Materials and Methods

Patients

The proband, a 6-years-and-3-month-old girl, was diagnosed with NB and referred to the Department of Pediatric Hematology/Oncology, West China Second University Hospital of Sichuan University for chemotherapy. The clinical data of the patient were collected. The Ethics Committee of West China Second University Hospital has authorized this study. The patient’s family gave written informed consent, and peripheral blood samples were taken from the patient and her family members.

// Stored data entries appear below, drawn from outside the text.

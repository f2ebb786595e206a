/**
 * The engine's side of the protocol: holds, per image, the ink evidence and the solver's
 * preparation (computed once when the image is loaded), answers requests, and does the
 * long work (exact solves, growing the preview tree) in time slices through `tick`, so
 * that preview paths are answered between slices. Pure TypeScript with no DOM: the
 * worker runs it, and so do Node tests and the in-process engine.
 */
import type { Anchor, SolverSettings } from '../doc/model.ts';
import { crc32, decodeImage, type DecodedImage } from '../image/codec.ts';

/** Names a file's bytes: its length and CRC-32 (far cheaper than decoding it again). */
function fileKey(bytes: Uint8Array): string {
  return `${bytes.length}:${crc32(bytes)}`;
}
import { createGray, type GrayImage } from '../image/gray.ts';
import { inkEvidence } from '../ink/index.ts';
import { followStroke, prepareInk, startPreview, type PreparedInk, type PreviewTree, type Stroke, type StrokeSample } from '../trace/index.ts';
import type {
  EngineReply, EngineRequest, ImageProbe, LoadFileRequest, LoadImageRequest, PostReply, PreviewPathRequest, SolveRequest,
} from './protocol.ts';

export interface EngineHostOptions {
  /**
   * Half-size of the square the preview tree covers around its start, px. Default 200
   * (the solver's own: 400 × 400 px, about 30 MB of search state per tree).
   */
  previewExtent?: number;
  /**
   * Run two throw-away solves on each new image when idle, so that the person's first
   * stroke does not pay for compiling the solver (it took 2–4× longer cold). Default true.
   */
  warmUp?: boolean;
}


interface ActivePreview {
  previewId: number;
  /** Undefined when the image was not loaded: every path request then gets no path. */
  tree: PreviewTree | undefined;
}

export class EngineHost {
  private readonly images = new Map<string, PreparedInk>();
  private preview: ActivePreview | undefined;
  /** The one path request waiting for the tree to reach its pixel. */
  private waiting: PreviewPathRequest | undefined;
  private readonly solves: SolveRequest[] = [];
  /** Images whose warm-up solves are still to run. */
  private readonly cold: string[] = [];
  private readonly previewExtent: number;
  private readonly warmUp: boolean;

  constructor(private readonly post: PostReply, options: EngineHostOptions = {}) {
    this.previewExtent = options.previewExtent ?? 200;
    this.warmUp = options.warmUp ?? true;
  }

  /** Whether `tick` has work: a queued solve, a preview tree still growing, a warm-up. */
  get busy(): boolean {
    return this.solves.length > 0 || this.growing || this.cold.length > 0;
  }

  /** Ids of the images held. */
  get imageIds(): string[] {
    return [...this.images.keys()];
  }

  /** The prepared ink of an image (tests and the benchmark read it). */
  prepared(imageId: string): PreparedInk | undefined {
    return this.images.get(imageId);
  }

  private get growing(): boolean {
    const t = this.preview?.tree;
    return t !== undefined && !t.complete;
  }

  handle(msg: EngineRequest): void {
    switch (msg.type) {
      case 'load-image':
        this.loadImage(msg);
        return;
      case 'load-file':
        this.loadFile(msg);
        return;
      case 'probe-file':
        try {
          const d = decodeImage(msg.bytes);
          // The file is usually loaded right after it is checked: keep its decode for that.
          this.probed = { key: fileKey(msg.bytes), decoded: d };
          const probe: ImageProbe = { format: d.format, width: d.bands[0].width, height: d.bands[0].height, bands: d.bands.length, bitDepth: d.bitDepth };
          if (d.pxPerMm !== undefined) probe.pxPerMm = d.pxPerMm;
          this.send({ type: 'probed', id: msg.id, ...probe }, []);
        } catch (e) {
          this.fail(msg.id, undefined, (e as Error).name, (e as Error).message);
        }
        return;
      case 'evidence': {
        const prep = this.images.get(msg.imageId);
        if (!prep) {
          this.fail(msg.id, undefined, 'NotLoaded', `the image ${msg.imageId} is not loaded.`);
          return;
        }
        const ev = prep.evidence;
        // Uint8ClampedArray rounds and clamps on assignment: no per-pixel branches.
        const data = new Uint8ClampedArray(ev.width * ev.height);
        for (let i = 0; i < data.length; i++) data[i] = ev.data[i] * 255;
        this.send({ type: 'evidence', id: msg.id, imageId: msg.imageId, width: ev.width, height: ev.height, data }, [data.buffer]);
        return;
      }
      case 'preview-start': {
        this.dropPreview();
        const prep = this.images.get(msg.imageId);
        const tree = prep
          ? startPreview(prep, msg.start, { extent: this.previewExtent, radius: msg.settings.radius, weights: msg.settings.weights })
          : undefined;
        this.preview = { previewId: msg.previewId, tree };
        return;
      }
      case 'preview-path':
        this.answerPath(msg);
        return;
      case 'preview-stop':
        if (this.preview?.previewId === msg.previewId) this.dropPreview();
        return;
      case 'solve':
        this.solves.push(msg);
        return;
      case 'cancel': {
        const i = this.solves.findIndex((s) => s.jobId === msg.jobId);
        if (i >= 0) {
          const [s] = this.solves.splice(i, 1);
          this.fail(s.id, s.jobId, 'Cancelled', 'the solve was cancelled.');
        }
        return;
      }
    }
  }

  /**
   * Does up to about `budgetMs` of work: one queued solve (solves come first: the person
   * waits for them), then growth of the preview tree, answering a waiting path request
   * as soon as the tree reaches it. Returns whether work remains.
   */
  tick(budgetMs: number): boolean {
    const t0 = performance.now();
    const next = this.solves.shift();
    if (next) this.runSolve(next);
    const left = budgetMs - (performance.now() - t0);
    const tree = this.preview?.tree;
    if (tree && !tree.complete && (left > 0 || !next)) {
      tree.grow(Math.max(1, left));
      if (this.waiting) this.answerPath(this.waiting);
    } else if (!next && !this.growing && this.cold.length > 0) {
      // Only when there is nothing else to do: a warm-up never delays a person's request.
      const prep = this.images.get(this.cold.shift()!);
      if (prep) warmUpSolver(prep);
    }
    return this.busy;
  }

  /** Drops everything: images, the preview, queued solves (unanswered). */
  dispose(): void {
    this.dropPreview();
    this.solves.length = 0;
    this.cold.length = 0;
    this.images.clear();
    this.probed = undefined;
  }

  private loadImage(msg: LoadImageRequest): void {
    this.prepareImage(msg.id, msg.imageId, () => createGray(msg.width, msg.height, msg.luma));
  }

  /** The last file checked by 'probe-file', decoded, until a 'load-file' takes it. */
  private probed: { key: string; decoded: DecodedImage } | undefined;

  private loadFile(msg: LoadFileRequest): void {
    this.prepareImage(msg.id, msg.imageId, () => {
      const key = fileKey(msg.bytes);
      const decoded = this.probed?.key === key ? this.probed.decoded : decodeImage(msg.bytes);
      this.probed = undefined;
      const band = msg.band ?? 0;
      const gray = decoded.bands[band];
      if (!gray) throw new RangeError(`the image has ${decoded.bands.length} band(s), not a band ${band + 1}.`);
      return gray;
    });
  }

  private prepareImage(id: number, imageId: string, source: () => GrayImage): void {
    const msg = { id, imageId };
    try {
      const t0 = performance.now();
      const gray = source();
      const prep = prepareInk(inkEvidence(gray), gray);
      // A reloaded image invalidates a preview grown on the old one.
      if (this.images.has(msg.imageId)) this.dropPreview();
      this.images.set(msg.imageId, prep);
      if (this.warmUp && !this.cold.includes(msg.imageId)) this.cold.push(msg.imageId);
      this.send({ type: 'loaded', id: msg.id, imageId: msg.imageId, ms: performance.now() - t0 }, []);
    } catch (e) {
      this.fail(msg.id, undefined, (e as Error).name, (e as Error).message);
    }
  }

  private answerPath(msg: PreviewPathRequest): void {
    const p = this.preview;
    if (this.waiting && this.waiting !== msg) {
      // Only one request waits; an older one is answered with no path.
      this.sendPath(this.waiting, undefined);
      this.waiting = undefined;
    }
    if (!p || p.previewId !== msg.previewId || !p.tree) {
      this.waiting = undefined;
      this.sendPath(msg, undefined);
      return;
    }
    const t = p.tree;
    const path = t.pathTo(msg.to.x, msg.to.y);
    const outside = msg.to.x < t.x0 || msg.to.y < t.y0 || msg.to.x >= t.x0 + t.w || msg.to.y >= t.y0 + t.h;
    if (path || outside || t.complete) {
      this.waiting = undefined;
      this.sendPath(msg, path);
    } else {
      this.waiting = msg;
    }
  }

  private sendPath(msg: PreviewPathRequest, path: StrokeSample[] | undefined): void {
    this.send({ type: 'preview-path', id: msg.id, previewId: msg.previewId, path }, []);
  }

  private dropPreview(): void {
    this.preview?.tree?.cancel();
    this.preview = undefined;
    if (this.waiting) {
      const w = this.waiting;
      this.waiting = undefined;
      this.sendPath(w, undefined);
    }
  }

  private runSolve(msg: SolveRequest): void {
    const prep = this.images.get(msg.imageId);
    if (!prep) {
      this.fail(msg.id, msg.jobId, 'NotLoaded', `the image ${msg.imageId} is not loaded.`);
      return;
    }
    try {
      const t0 = performance.now();
      const stroke = solveWithPins(prep, msg.anchors, msg.settings);
      this.send({ type: 'solved', id: msg.id, jobId: msg.jobId, stroke, ms: performance.now() - t0 }, []);
    } catch (e) {
      this.fail(msg.id, msg.jobId, (e as Error).name, (e as Error).message);
    }
  }

  private fail(id: number, jobId: string | undefined, name: string, message: string): void {
    this.send({ type: 'error', id, jobId, name, message }, []);
  }

  private send(reply: EngineReply, transfer: ArrayBuffer[]): void {
    this.post(reply, transfer);
  }
}

/** The exact solve; pinned radii (Anchor.r) are held exactly at their anchors by the solver. */
export function solveWithPins(prep: PreparedInk, anchors: Anchor[], settings: SolverSettings): Stroke {
  const [lo, hi] = settings.radius;
  const points = anchors.map((a) => (a.r === undefined ? { x: a.x, y: a.y } : { x: a.x, y: a.y, r: Math.max(lo, Math.min(hi, a.r)) }));
  const s = followStroke(prep, { anchors: points, radius: settings.radius, weights: settings.weights });
  return { samples: s.samples, restoredSpans: s.restoredSpans, cost: s.cost };
}

/** Two short solves across the middle of the image, their results dropped. */
function warmUpSolver(prep: PreparedInk): void {
  const { width: w, height: h } = prep.evidence;
  if (w < 40 || h < 40) return;
  const cx = w / 2;
  const cy = h / 2;
  const d = Math.min(60, w / 3, h / 3);
  for (const anchors of [[{ x: cx - d, y: cy }, { x: cx + d, y: cy }], [{ x: cx - d, y: cy - d }, { x: cx + d, y: cy + d }]]) {
    try {
      followStroke(prep, { anchors });
    } catch {
      // A warm-up that finds no path has still compiled what it ran.
    }
  }
}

Candidate Gene Mutation Screening

Genomic DNA was extracted from the peripheral blood of the proband and her family members by a standard phenol/chloroform extraction method. A hematological and neoplastic diseases genes panel was performed on the tumor tissue before chemotherapy from the proband by next generation sequencing (NGS) in collaboration with Kindstar Globalgene Technology (Beijing, China). After the identification of the candidate gene TINF2, all family members underwent locus-specific amplification by polymerase chain reaction (PCR) and Sanger sequencing confirmation.

Bioinformatics

The pathogenic potential of the p. W198fs variant was assessed using Mutation Taster software (http://www.mutationtaster.org/). The I-TASSER service was used to predict the three-dimensional protein structures of wild-type and mutant TIN2 proteins (http://zhanglab.ccmb.med.umich.edu/I-TASSER).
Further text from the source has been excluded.